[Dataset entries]
┌──
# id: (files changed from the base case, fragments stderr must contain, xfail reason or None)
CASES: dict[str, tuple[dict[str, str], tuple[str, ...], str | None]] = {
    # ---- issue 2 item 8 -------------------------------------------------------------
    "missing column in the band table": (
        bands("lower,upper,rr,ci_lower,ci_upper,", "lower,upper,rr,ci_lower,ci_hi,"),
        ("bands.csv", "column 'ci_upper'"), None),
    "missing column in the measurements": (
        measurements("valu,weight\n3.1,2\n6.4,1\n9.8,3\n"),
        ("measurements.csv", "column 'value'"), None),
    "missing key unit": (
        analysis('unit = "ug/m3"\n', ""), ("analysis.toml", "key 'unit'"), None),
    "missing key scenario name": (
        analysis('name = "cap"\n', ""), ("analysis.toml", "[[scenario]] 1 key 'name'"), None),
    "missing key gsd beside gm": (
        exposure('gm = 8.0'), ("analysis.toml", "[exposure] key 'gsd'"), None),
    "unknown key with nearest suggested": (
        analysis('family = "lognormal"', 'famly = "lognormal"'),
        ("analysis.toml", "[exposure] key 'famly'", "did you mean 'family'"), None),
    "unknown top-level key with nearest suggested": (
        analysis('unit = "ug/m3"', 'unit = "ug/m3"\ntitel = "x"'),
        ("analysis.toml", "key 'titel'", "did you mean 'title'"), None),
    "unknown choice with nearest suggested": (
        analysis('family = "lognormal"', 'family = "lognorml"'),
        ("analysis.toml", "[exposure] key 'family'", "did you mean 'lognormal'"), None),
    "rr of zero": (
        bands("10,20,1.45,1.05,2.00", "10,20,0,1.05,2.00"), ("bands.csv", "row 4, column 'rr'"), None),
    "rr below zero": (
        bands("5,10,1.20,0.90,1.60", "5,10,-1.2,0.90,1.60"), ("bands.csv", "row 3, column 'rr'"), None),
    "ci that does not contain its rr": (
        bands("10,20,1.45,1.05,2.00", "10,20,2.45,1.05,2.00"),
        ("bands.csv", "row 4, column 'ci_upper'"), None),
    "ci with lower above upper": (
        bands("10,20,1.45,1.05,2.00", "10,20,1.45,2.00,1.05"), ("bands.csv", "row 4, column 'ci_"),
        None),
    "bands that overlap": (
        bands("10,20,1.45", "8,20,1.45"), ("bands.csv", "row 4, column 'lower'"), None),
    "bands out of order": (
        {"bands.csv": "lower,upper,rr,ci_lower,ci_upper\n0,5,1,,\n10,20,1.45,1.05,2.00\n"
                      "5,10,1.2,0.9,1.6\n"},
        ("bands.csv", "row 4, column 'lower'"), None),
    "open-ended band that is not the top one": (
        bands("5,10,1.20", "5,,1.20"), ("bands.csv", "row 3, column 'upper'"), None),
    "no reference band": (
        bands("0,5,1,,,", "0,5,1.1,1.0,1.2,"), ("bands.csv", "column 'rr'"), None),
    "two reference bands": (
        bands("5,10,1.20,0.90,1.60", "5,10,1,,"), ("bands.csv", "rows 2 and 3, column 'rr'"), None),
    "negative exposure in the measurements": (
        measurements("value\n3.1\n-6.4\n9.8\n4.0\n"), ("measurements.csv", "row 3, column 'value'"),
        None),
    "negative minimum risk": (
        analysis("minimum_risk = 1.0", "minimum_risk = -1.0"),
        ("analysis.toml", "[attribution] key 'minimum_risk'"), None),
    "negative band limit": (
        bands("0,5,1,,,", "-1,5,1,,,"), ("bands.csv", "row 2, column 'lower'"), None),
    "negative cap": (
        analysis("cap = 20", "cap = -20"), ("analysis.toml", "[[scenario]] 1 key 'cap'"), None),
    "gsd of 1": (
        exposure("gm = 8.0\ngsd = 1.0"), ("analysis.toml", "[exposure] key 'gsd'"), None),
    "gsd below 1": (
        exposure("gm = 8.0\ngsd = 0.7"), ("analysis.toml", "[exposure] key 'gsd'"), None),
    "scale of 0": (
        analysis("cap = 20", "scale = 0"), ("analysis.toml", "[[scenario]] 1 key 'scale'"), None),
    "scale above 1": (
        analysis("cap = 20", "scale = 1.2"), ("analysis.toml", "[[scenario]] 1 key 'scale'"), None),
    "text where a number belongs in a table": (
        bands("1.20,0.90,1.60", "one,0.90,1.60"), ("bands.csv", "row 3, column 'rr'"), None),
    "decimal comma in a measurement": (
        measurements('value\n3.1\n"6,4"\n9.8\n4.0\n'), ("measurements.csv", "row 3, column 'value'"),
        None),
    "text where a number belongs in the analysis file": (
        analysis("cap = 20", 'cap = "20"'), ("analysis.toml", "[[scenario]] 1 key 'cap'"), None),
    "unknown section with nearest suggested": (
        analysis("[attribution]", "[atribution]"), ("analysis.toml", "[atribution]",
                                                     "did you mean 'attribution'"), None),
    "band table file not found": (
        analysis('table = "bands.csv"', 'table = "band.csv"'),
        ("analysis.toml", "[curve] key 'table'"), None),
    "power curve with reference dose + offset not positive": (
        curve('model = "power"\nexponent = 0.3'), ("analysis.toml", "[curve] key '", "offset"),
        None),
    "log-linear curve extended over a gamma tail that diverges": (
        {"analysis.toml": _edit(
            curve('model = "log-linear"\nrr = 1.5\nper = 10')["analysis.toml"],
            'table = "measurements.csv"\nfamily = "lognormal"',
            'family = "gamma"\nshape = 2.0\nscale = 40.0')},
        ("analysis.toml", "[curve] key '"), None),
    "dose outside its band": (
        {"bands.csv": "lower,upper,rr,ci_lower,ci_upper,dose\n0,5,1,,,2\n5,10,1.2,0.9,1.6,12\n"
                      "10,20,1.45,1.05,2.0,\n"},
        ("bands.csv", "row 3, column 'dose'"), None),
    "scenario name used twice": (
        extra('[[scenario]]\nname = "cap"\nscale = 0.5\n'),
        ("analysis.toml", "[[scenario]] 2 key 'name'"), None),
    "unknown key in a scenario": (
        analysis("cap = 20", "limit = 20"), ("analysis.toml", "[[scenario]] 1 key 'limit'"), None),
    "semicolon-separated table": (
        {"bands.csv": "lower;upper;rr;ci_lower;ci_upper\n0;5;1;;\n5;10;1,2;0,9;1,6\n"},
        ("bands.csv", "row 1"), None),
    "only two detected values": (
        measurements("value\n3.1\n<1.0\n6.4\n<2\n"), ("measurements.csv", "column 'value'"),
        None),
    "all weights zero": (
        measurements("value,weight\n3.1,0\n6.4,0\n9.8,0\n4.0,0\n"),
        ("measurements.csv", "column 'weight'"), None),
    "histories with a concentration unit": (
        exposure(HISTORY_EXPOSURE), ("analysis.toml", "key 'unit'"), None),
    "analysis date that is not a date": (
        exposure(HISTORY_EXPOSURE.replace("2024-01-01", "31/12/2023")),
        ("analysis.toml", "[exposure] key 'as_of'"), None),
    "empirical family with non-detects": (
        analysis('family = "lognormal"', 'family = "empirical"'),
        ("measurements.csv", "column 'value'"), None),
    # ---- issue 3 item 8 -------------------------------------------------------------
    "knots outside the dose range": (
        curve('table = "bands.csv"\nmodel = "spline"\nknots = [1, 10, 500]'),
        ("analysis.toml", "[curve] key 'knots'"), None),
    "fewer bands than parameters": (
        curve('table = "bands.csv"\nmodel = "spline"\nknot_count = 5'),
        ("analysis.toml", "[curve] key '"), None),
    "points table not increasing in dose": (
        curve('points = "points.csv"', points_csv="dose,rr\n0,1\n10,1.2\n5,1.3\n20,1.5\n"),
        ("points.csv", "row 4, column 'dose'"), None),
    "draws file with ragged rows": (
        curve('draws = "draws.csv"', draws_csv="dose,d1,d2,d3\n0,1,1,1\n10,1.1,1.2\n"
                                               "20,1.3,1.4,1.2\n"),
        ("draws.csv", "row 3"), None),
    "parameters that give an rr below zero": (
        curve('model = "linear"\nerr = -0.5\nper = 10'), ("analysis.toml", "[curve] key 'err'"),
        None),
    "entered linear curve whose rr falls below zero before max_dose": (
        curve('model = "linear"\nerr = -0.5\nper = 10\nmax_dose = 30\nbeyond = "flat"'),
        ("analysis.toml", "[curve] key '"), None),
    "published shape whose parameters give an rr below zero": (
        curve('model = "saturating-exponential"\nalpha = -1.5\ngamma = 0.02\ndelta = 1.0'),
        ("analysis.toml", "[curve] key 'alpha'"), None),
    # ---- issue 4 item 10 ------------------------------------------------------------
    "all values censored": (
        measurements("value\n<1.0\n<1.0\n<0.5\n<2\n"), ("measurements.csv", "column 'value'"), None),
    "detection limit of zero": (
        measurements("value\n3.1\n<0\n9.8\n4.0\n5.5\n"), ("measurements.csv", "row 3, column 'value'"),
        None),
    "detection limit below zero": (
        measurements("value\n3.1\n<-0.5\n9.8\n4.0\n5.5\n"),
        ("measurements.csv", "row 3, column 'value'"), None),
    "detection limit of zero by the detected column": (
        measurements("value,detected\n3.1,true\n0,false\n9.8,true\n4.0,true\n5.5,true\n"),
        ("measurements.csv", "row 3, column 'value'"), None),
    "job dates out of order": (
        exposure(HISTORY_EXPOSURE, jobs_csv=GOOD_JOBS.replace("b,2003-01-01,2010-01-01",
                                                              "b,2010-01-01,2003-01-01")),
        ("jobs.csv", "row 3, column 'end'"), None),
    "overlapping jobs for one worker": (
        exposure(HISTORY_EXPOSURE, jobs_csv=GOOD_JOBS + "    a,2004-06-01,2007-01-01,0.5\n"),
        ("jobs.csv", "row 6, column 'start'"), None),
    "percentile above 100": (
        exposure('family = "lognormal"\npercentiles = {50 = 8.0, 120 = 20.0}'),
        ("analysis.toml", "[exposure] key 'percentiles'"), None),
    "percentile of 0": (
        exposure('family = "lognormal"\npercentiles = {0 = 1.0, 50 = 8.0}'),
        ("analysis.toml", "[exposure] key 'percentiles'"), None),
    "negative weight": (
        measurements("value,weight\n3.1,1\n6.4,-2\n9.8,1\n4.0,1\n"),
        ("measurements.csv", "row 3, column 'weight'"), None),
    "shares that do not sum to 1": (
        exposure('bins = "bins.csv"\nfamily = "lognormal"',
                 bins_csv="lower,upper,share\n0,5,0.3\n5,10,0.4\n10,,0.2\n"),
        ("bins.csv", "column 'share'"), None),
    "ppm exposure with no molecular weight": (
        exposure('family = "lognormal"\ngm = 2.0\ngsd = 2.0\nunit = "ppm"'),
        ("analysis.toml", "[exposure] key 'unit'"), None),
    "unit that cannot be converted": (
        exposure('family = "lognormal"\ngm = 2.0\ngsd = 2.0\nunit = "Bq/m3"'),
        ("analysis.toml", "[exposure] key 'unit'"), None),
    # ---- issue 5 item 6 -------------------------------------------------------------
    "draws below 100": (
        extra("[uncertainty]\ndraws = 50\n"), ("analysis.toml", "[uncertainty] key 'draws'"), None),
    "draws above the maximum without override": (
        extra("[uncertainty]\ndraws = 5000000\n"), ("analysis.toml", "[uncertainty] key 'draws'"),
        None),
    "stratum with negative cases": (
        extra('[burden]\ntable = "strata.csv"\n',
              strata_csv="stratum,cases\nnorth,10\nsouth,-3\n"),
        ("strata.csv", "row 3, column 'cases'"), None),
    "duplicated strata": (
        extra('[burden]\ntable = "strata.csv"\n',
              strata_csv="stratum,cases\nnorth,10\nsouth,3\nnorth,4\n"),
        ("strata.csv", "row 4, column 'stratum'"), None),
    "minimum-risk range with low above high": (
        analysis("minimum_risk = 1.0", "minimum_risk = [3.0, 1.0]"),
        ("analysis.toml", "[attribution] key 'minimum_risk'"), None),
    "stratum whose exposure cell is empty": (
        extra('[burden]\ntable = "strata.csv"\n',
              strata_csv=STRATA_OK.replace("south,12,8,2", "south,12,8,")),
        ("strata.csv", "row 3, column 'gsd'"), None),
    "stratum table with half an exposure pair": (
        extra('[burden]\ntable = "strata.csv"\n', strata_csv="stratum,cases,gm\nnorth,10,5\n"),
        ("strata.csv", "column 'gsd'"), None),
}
└──
┌──
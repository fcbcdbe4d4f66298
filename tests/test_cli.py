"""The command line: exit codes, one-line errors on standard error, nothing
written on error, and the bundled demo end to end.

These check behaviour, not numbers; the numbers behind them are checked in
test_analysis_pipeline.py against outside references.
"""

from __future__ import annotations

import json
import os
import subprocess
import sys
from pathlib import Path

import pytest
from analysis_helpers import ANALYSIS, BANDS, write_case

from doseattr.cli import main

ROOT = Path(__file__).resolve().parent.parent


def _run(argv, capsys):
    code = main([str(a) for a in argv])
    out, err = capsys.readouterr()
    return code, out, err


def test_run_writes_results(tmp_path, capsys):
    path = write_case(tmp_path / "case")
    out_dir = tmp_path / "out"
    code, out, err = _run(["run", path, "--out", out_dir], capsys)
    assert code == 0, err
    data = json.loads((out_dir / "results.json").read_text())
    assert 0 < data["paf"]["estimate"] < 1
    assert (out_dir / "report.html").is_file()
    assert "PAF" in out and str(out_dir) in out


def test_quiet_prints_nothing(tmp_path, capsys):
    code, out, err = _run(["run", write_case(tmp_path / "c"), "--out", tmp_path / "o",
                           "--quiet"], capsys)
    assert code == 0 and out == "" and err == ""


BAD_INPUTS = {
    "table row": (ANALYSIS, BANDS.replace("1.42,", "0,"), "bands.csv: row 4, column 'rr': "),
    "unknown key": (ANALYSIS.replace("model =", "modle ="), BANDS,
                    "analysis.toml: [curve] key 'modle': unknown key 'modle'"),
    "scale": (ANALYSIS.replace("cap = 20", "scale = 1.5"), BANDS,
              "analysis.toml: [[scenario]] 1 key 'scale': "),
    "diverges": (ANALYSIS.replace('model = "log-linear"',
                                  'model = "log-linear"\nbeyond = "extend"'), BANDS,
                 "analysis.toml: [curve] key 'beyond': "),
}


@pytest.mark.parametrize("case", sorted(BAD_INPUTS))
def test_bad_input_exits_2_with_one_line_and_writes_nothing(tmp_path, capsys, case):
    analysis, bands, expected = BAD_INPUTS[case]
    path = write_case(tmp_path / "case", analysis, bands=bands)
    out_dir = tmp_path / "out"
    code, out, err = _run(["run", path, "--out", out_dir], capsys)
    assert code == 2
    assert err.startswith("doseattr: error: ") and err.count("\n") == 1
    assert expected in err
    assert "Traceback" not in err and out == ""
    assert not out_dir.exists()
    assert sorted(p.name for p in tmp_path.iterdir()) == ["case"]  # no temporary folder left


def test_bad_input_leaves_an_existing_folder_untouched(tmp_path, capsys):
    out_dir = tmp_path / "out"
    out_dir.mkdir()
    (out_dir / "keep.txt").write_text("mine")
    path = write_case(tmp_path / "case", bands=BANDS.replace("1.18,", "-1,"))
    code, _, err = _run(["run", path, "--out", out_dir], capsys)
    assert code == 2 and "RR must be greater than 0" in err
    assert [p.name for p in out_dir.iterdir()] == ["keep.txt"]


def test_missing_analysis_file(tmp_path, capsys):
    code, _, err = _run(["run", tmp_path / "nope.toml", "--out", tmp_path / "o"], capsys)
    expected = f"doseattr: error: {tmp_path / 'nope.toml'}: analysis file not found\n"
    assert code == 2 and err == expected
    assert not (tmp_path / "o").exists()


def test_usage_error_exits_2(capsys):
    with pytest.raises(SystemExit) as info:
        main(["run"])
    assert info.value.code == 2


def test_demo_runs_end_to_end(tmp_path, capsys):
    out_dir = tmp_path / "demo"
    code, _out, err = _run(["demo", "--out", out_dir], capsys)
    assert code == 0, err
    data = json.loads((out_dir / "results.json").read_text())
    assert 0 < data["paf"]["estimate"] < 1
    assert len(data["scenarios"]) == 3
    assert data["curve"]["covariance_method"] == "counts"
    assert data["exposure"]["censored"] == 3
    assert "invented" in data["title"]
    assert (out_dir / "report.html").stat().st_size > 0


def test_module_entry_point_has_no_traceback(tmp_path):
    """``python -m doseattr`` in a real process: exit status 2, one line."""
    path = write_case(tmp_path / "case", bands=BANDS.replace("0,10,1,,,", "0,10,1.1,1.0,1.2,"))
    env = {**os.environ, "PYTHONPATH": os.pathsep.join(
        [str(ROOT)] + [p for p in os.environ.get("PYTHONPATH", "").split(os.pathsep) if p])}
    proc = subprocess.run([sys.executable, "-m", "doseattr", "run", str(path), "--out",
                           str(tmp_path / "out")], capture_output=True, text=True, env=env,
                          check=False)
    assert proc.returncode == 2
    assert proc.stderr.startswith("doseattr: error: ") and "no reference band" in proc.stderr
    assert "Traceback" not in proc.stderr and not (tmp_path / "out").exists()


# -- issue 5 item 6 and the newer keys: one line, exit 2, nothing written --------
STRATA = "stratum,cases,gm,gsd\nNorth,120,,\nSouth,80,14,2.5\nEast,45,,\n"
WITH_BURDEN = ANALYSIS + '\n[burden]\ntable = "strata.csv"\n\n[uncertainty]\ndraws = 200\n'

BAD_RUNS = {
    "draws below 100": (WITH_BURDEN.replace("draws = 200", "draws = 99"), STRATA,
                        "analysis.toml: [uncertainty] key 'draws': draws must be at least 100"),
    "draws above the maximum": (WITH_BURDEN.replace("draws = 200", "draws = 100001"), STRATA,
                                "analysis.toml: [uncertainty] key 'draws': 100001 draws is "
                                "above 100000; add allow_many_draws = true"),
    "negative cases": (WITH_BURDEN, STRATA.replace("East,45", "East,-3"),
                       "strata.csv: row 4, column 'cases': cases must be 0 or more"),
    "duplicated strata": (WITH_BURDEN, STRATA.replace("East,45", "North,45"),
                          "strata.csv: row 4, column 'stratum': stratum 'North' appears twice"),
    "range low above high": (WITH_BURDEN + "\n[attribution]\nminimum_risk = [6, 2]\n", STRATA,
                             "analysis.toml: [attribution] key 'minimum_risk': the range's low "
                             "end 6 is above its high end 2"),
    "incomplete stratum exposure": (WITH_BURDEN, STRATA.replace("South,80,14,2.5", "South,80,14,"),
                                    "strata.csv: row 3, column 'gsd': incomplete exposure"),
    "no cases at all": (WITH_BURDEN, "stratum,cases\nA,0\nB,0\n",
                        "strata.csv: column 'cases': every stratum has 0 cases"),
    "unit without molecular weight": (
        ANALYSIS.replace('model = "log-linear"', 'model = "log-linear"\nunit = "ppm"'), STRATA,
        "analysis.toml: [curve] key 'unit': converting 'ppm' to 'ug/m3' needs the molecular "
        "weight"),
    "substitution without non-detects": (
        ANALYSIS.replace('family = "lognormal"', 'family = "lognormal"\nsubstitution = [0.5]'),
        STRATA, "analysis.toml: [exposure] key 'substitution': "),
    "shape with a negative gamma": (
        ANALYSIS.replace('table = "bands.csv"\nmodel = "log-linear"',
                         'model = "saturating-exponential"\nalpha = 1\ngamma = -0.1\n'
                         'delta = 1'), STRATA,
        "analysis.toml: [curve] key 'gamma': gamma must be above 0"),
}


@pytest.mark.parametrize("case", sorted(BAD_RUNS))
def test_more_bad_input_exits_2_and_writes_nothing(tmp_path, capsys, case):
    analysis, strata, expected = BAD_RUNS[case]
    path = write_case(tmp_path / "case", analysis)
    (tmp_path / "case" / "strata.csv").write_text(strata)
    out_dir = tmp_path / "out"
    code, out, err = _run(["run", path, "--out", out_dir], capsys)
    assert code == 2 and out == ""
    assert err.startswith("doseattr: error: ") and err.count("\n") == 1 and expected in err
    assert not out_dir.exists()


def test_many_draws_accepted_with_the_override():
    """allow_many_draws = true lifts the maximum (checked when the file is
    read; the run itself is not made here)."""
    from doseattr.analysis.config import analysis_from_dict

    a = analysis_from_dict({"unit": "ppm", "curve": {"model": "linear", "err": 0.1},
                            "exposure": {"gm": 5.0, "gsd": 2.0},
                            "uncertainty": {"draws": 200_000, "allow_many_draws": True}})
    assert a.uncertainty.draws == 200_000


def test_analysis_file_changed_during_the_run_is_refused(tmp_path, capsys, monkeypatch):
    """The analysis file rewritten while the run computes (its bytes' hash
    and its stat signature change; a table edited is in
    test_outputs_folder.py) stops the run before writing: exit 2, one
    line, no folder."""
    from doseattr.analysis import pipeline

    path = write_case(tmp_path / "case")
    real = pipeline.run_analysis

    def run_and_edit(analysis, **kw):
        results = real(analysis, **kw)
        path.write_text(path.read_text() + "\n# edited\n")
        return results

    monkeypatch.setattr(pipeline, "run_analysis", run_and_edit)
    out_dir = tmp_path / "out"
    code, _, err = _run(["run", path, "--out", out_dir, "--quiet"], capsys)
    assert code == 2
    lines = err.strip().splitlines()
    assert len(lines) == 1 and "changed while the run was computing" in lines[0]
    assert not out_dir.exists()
└──
- [Assignment] Scan the records for the string "environ" and report each line where it occurs.

- [Solution to this exercise]
    env = {**os.environ, "PYTHONPATH": os.pathsep.join(
        [str(ROOT)] + [p for p in os.environ.get("PYTHONPATH", "").split(os.pathsep) if p])}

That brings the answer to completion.